§ **Action item**
Given the records below, would you repeat exactly the lines that begin at the one containing "old, other = out" and end at the one containing "refused before that", inclusive?

§ **Stored items**
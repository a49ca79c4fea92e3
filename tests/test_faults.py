"""Faults and races around `redact process`: two runs into one folder, a source that changes while
it is read, a full disk, SIGTERM, stale staging folders, files that are not regular files.

Each test injects one fault and checks the exact outcome: exit status 2 (or 128 + signal), one
line on stderr naming what failed, and nothing left in the output folder that looks complete.
Outside references: the Linux man pages null(4) (writes to /dev/full fail with ENOSPC), mkfifo(3)
and stat(2) (file types), flock(2) (a second lock on one file conflicts), signal(7) (SIGTERM's
default is to end the process; 128 + N is the shell's exit status for a command ended by signal N,
bash(1) "EXIT STATUS"); the project's verifier for the winner's package; PyAV/FFmpeg decodes.
People in the clips come from scikit-image's stills (astronaut(): public domain, NASA; camera():
CC0, Lav Varshney), see tests/conftest.py.
"""

from __future__ import annotations

import os
import shutil
import signal
import subprocess
import sys
import threading
import time
from pathlib import Path

import pytest
from click.testing import CliRunner

from redact import fsio
from redact.cli import main
from redact.errors import InputError, NoSpaceError
from redact.media import video
from redact.pipeline import ProcessSettings, process_video
from redact.provenance.signing import Signer, load_public_key
from redact.provenance.verify import verify_package
from redact.vision.pose import PoseEstimator, PoseSettings

SEED = bytes(range(32))
FAST = ProcessSettings(pose=PoseSettings(input_long_side=320), threads=1)  # small model input: quicker


@pytest.fixture(scope="module")
def estimator():
    """The bundled pose model, loaded once for this module."""
    return PoseEstimator.default(FAST.pose, 1)


class Gate:
    """Wraps an estimator: its `at`-th call says so (`reached`) and waits until `release` is set, so
    a test can act while a run is surely in the middle of its streaming pass."""

    def __init__(self, inner, at: int = 3):
        self.inner, self.at, self.calls = inner, at, 0
        self.reached, self.release = threading.Event(), threading.Event()

    def estimate(self, image):
        self.calls += 1
        if self.calls == self.at:
            self.reached.set()
            if not self.release.wait(600):
                raise RuntimeError("the test never released the gate")
        return self.inner.estimate(image)


class Background:
    """process_video in a thread; `.result` or `.error` once joined."""

    def __init__(self, *args, **kwargs):
        self.result = self.error = None
        self.thread = threading.Thread(target=self._run, args=args, kwargs=kwargs)
        self.thread.start()

    def _run(self, *args, **kwargs):
        try:
            self.result = process_video(*args, **kwargs)
        except BaseException as e:  # noqa: BLE001 (examined by the test)
            self.error = e

    def join(self):
        self.thread.join(600)
        assert not self.thread.is_alive()
        return self


def _entries(out: Path) -> list[str]:
    return sorted(os.listdir(out)) if out.exists() else []


def _one_error_line(r) -> str:
    lines = [ln for ln in r.stderr.splitlines() if ln.strip()]
    assert len(lines) == 1 and lines[0].startswith("error: "), r.stderr
    assert "Traceback" not in r.output
    return lines[0]


@pytest.fixture
def clip(tmp_path, crossing_clip) -> Path:
    """A private copy of the crossing clip (tests change or lock it)."""
    p = tmp_path / "src" / "crossing.mp4"
    p.parent.mkdir()
    shutil.copy(crossing_clip.path, p)
    return p


# ---- two runs into one folder -------------------------------------------------------------------

@pytest.mark.parametrize("archive", [False, True])
def test_a_second_run_into_the_same_folder_is_refused_and_the_first_is_intact(clip, tmp_path, key, estimator,
                                                                               archive):
    out = tmp_path / "out"
    gate = Gate(estimator)
    settings = ProcessSettings(pose=FAST.pose, threads=1, archive=archive)
    first = Background(clip, out, Signer.from_seed(SEED), settings, estimator=gate)
    try:
        assert gate.reached.wait(600)
        extra = ["--archive"] if archive else []
        r = CliRunner().invoke(main, ["process", str(clip), "--out", str(out), "--signing-key", str(key), "--input-size",
                                      "320", "--threads", "1", *extra])
    finally:
        gate.release.set()
        first.join()
    assert r.exit_code == 2, r.output
    line = _one_error_line(r)
    assert "another redact run is writing" in line and str(out) in line
    assert first.error is None, first.error
    pkg = "package.tar" if archive else "package"
    assert _entries(out) == [pkg, "redacted.mp4"]  # the winner's files only: no lock, no staging
    pub = tmp_path / "winner.public.pem"
    pub.write_bytes(Signer.from_seed(SEED).public_pem)
    verified = verify_package(out / pkg, [load_public_key(pub)], source=clip, video=out / "redacted.mp4")
    assert verified.predicate.source.sha256 == first.result.source_sha256


# ---- a source that changes while it is read ------------------------------------------------------

def _truncate(p: Path) -> None:
    os.truncate(p, p.stat().st_size * 6 // 10)


def _overwrite_same_size(p: Path) -> None:
    with open(p, "r+b") as f:
        f.seek(p.stat().st_size // 2)
        f.write(b"\x00" * 4096)


@pytest.mark.parametrize("change", [_truncate, _overwrite_same_size], ids=["truncated", "overwritten"])
def test_a_source_changed_during_the_run_fails_clearly_and_writes_nothing(clip, tmp_path, estimator, change):
    out = tmp_path / "out"
    gate = Gate(estimator, at=5)
    run = Background(clip, out, Signer.from_seed(SEED), FAST, estimator=gate)
    try:
        assert gate.reached.wait(600)
        change(clip)
    finally:
        gate.release.set()
        run.join()
    assert isinstance(run.error, InputError), run.error
    text = str(run.error)
    assert str(clip) in text and "changed while it was being read" in text
    assert not out.exists()  # the run made OUT and left nothing in it, so it is gone


def test_a_source_that_was_truncated_before_the_run_is_hashed_as_read(bad_inputs, tmp_path, estimator):
    import hashlib

    cut = bad_inputs["truncated"]
    result = process_video(cut, tmp_path / "out", Signer.from_seed(SEED), FAST, estimator=estimator)
    assert result.stopped_early
    assert result.source_sha256 == hashlib.sha256(cut.read_bytes()).hexdigest()  # FIPS 180-4 via hashlib


# ---- a full disk --------------------------------------------------------------------------------

class _DevFullWriter(video.VideoWriter):
    """The real encoder writing to /dev/full: null(4) says every write there fails with ENOSPC."""

    def __init__(self, path, *args, **kwargs):
        super().__init__("/dev/full", *args, **kwargs)


def _full_skeleton_file(real_open):
    def fake_open(path, mode="r", *args, **kwargs):
        if Path(path).name == "skeletons.jsonl" and "w" in mode:
            return real_open("/dev/full", mode, *args, **kwargs)
        return real_open(path, mode, *args, **kwargs)
    return fake_open


@pytest.mark.parametrize("where", ["video", "package", "before"])
def test_a_full_disk_is_one_line_naming_the_folder_and_the_space(clip, tmp_path, key, monkeypatch, where):
    import builtins

    import redact.pipeline as pipeline

    out = tmp_path / "out"
    if where == "video":
        monkeypatch.setattr(video, "VideoWriter", _DevFullWriter)
    elif where == "package":
        out.mkdir()  # an existing folder stays, empty
        monkeypatch.setattr(pipeline, "open", _full_skeleton_file(builtins.open), raising=False)
    else:
        monkeypatch.setattr(fsio, "free_bytes", lambda folder: 1000)
    r = CliRunner().invoke(main, ["process", str(clip), "--out", str(out), "--signing-key", str(key),
                                  "--input-size", "320", "--threads", "1", "--quiet"])
    assert r.exit_code == 2, r.output
    line = _one_error_line(r)
    assert f"no space left in {out}" in line and "this run needs about" in line and " MB" in line
    assert _entries(out) == []  # no staging folder, no lock, no output
    assert (where == "package") == out.exists()


def test_the_space_estimate_covers_what_a_run_writes(clip, tmp_path, estimator):
    from redact.media.video import probe
    from redact.pipeline import estimate_output_bytes

    result = process_video(clip, tmp_path / "out", Signer.from_seed(SEED), FAST, estimator=estimator)
    written = sum(f.stat().st_size for f in (tmp_path / "out").rglob("*") if f.is_file())
    assert written <= estimate_output_bytes(probe(clip), FAST)
    assert result.frames == 50


# ---- SIGTERM and Ctrl-C -------------------------------------------------------------------------

_SLOW_DRIVER = """
import sys, time
from redact.vision import pose
real = pose.PoseEstimator.default
class Slow:  # says when inference has started, then takes its time so the signal lands mid-run
    def __init__(self, inner): self.inner, self.calls = inner, 0
    def estimate(self, image):
        self.calls += 1
        if self.calls == 3:
            print("inferring", file=sys.stderr, flush=True)
        time.sleep(0.05)
        return self.inner.estimate(image)
pose.PoseEstimator.default = classmethod(lambda cls, *a, **k: Slow(real(*a, **k)))
from redact.cli import main
sys.argv = ["redact"] + sys.argv[1:]
main()
"""


@pytest.mark.parametrize("signum,status,words", [(signal.SIGTERM, 143, "stopped by SIGTERM"),
                                                 (signal.SIGINT, 130, "interrupted")])
def test_sigterm_ends_a_run_like_ctrl_c(clip, tmp_path, key, signum, status, words):
    out = tmp_path / "out"
    env = {**os.environ, "REDACT_KEY_PASSPHRASE": "test passphrase"}
    p = subprocess.Popen([sys.executable, "-c", _SLOW_DRIVER, "process", str(clip), "--out", str(out), "--signing-key",
                          str(key), "--input-size", "320", "--threads", "1", "--quiet"],
                         stderr=subprocess.PIPE, stdout=subprocess.DEVNULL, text=True, env=env)
    try:
        assert p.stderr.readline().strip() == "inferring"
        assert any(n.startswith(".redact-partial-") for n in os.listdir(out))  # mid-run: staging exists
        p.send_signal(signum)
        rest = p.stderr.read()
        p.wait(300)
    finally:
        if p.poll() is None:
            p.kill()
    assert p.returncode == status, rest
    assert rest.strip() == f"error: {words}; no output was completed"
    assert not out.exists()  # staging removed, lock removed, and the folder the run made


# ---- stale staging folders ----------------------------------------------------------------------

def test_stale_staging_of_an_earlier_run_is_removed_and_others_are_mentioned(clip, tmp_path, key):
    out = tmp_path / "out"
    old, other = out / ".redact-partial-x1y2", out / ".redact-batch-partial-z3"
    for d in (old, other):
        d.mkdir(parents=True)
        (d / "redacted.mp4").write_bytes(b"an earlier run was killed here")
        past = time.time() - 7200
        os.utime(d, (past, past))
    r = CliRunner().invoke(main, ["process", str(clip), "--out", str(out), "--signing-key", str(key), "--input-size", "320",
                                  "--threads", "1", "--quiet"])
    assert r.exit_code == 0, r.output
    assert _entries(out) == [".redact-batch-partial-z3", "package", "redacted.mp4", "report.html"]
    notes = [ln for ln in r.stderr.splitlines() if ln.startswith("note: ")]
    assert len(notes) == 2
    assert "removed 1 unfinished staging folder" in notes[0] and ".redact-partial-x1y2" in notes[0]
    assert ".redact-batch-partial-z3" in notes[1] and "left as they are" in notes[1]


# ---- things that are not regular files ----------------------------------------------------------

def test_a_fifo_and_dev_zero_are_named_for_what_they_are(tmp_path, key):
    fifo = tmp_path / "camera.mp4"
    os.mkfifo(fifo)  # opening it for reading would block: it must be refused before that
    for path, kind in ((fifo, "a named pipe (FIFO)"), (Path("/dev/zero"), "a character device")):
        with pytest.raises(InputError) as e:
            video.probe(path)
        assert f"{path}: {kind}, not a video file" in str(e.value) and "empty" not in str(e.value)
        r = CliRunner().invoke(main, ["process", str(path), "--out", str(tmp_path / "o"), "--signing-key", str(key),
                                      "--quiet"])
        assert r.exit_code == 2 and kind in _one_error_line(r)
    assert not (tmp_path / "o").exists()


def test_no_space_error_names_both_sizes():
    e = NoSpaceError("/data/out", needed=123_456_789, free=2_000_000)
    assert str(e).startswith("no space left in /data/out: this run needs about 123 MB (2.0 MB were free when")



# ---- every command that writes takes its output's lock first ------------------------------------

@pytest.fixture(scope="module")
def made(crossing_clip, tmp_path_factory):
    """One processed package, signed with a key on disk (the trusted key for the other commands)."""
    from redact.provenance.signing import generate_key, load_private_key

    root = tmp_path_factory.mktemp("made")
    generate_key(root / "k.private.pem", root / "k.public.pem", b"made passphrase")
    signer = load_private_key(root / "k.private.pem", b"made passphrase")
    est = PoseEstimator.default(FAST.pose, 1)
    result = process_video(crossing_clip.path, root / "out", signer, FAST, estimator=est)
    return {"root": root, "package": result.package, "video": result.video, "clip": crossing_clip.path,
            "private": root / "k.private.pem", "public": root / "k.public.pem"}


def _commands(made, target: Path) -> dict[str, list[str]]:
    pkg, pub = str(made["package"]), str(made["public"])
    return {
        "report": ["report", pkg, "--trusted-key", pub, "--out", str(target)],
        "export": ["export", pkg, "--trusted-key", pub, "--format", "npz", "--out", str(target)],
        "derive": ["derive", pkg, "--trusted-key", pub, "--signing-key", str(made["private"]), "--out",
                   str(target), "--drop-keypoints", "head"],
        "tracks": ["tracks", str(made["clip"]), "--out", str(target), "--input-size", "320", "--threads", "1"],
        "process": ["process", str(made["clip"]), "--out", str(target), "--signing-key", str(made["private"]),
                    "--input-size", "320", "--threads", "1", "--quiet"],
        "batch": ["batch", str(made["clip"].parent), "--out", str(target), "--signing-key", str(made["private"]),
                  "--input-size", "320", "--threads", "1", "--quiet"],
    }


@pytest.mark.parametrize("command", ["report", "export", "derive", "tracks", "process", "batch"])
def test_a_command_whose_output_is_being_written_stops_at_once(made, tmp_path, command):
    target = tmp_path / ("out-" + command)
    folder = command in ("process", "batch")  # these write into a folder; the others make a new name
    if folder:
        target.mkdir()
        lock = fsio.lock_folder(target).acquire()  # another run writing into OUT
    else:
        lock = fsio.lock_target(target).acquire()  # another run writing this new name
    try:
        r = CliRunner().invoke(main, _commands(made, target)[command],
                               env={"REDACT_KEY_PASSPHRASE": "made passphrase"})
    finally:
        lock.release()
    assert r.exit_code == 2, r.output
    assert "another redact run is writing" in _one_error_line(r)
    assert _entries(tmp_path) == ([target.name] if folder else [])
    assert _entries(target) == []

§ **Answer to this exercise**
    old, other = out / ".redact-partial-x1y2", out / ".redact-batch-partial-z3"
    for d in (old, other):
        d.mkdir(parents=True)
        (d / "redacted.mp4").write_bytes(b"an earlier run was killed here")
        past = time.time() - 7200
        os.utime(d, (past, past))
    r = CliRunner().invoke(main, ["process", str(clip), "--out", str(out), "--signing-key", str(key), "--input-size", "320",
                                  "--threads", "1", "--quiet"])
    assert r.exit_code == 0, r.output
    assert _entries(out) == [".redact-batch-partial-z3", "package", "redacted.mp4", "report.html"]
    notes = [ln for ln in r.stderr.splitlines() if ln.startswith("note: ")]
    assert len(notes) == 2
    assert "removed 1 unfinished staging folder" in notes[0] and ".redact-partial-x1y2" in notes[0]
    assert ".redact-batch-partial-z3" in notes[1] and "left as they are" in notes[1]


# ---- things that are not regular files ----------------------------------------------------------

def test_a_fifo_and_dev_zero_are_named_for_what_they_are(tmp_path, key):
    fifo = tmp_path / "camera.mp4"
    os.mkfifo(fifo)  # opening it for reading would block: it must be refused before that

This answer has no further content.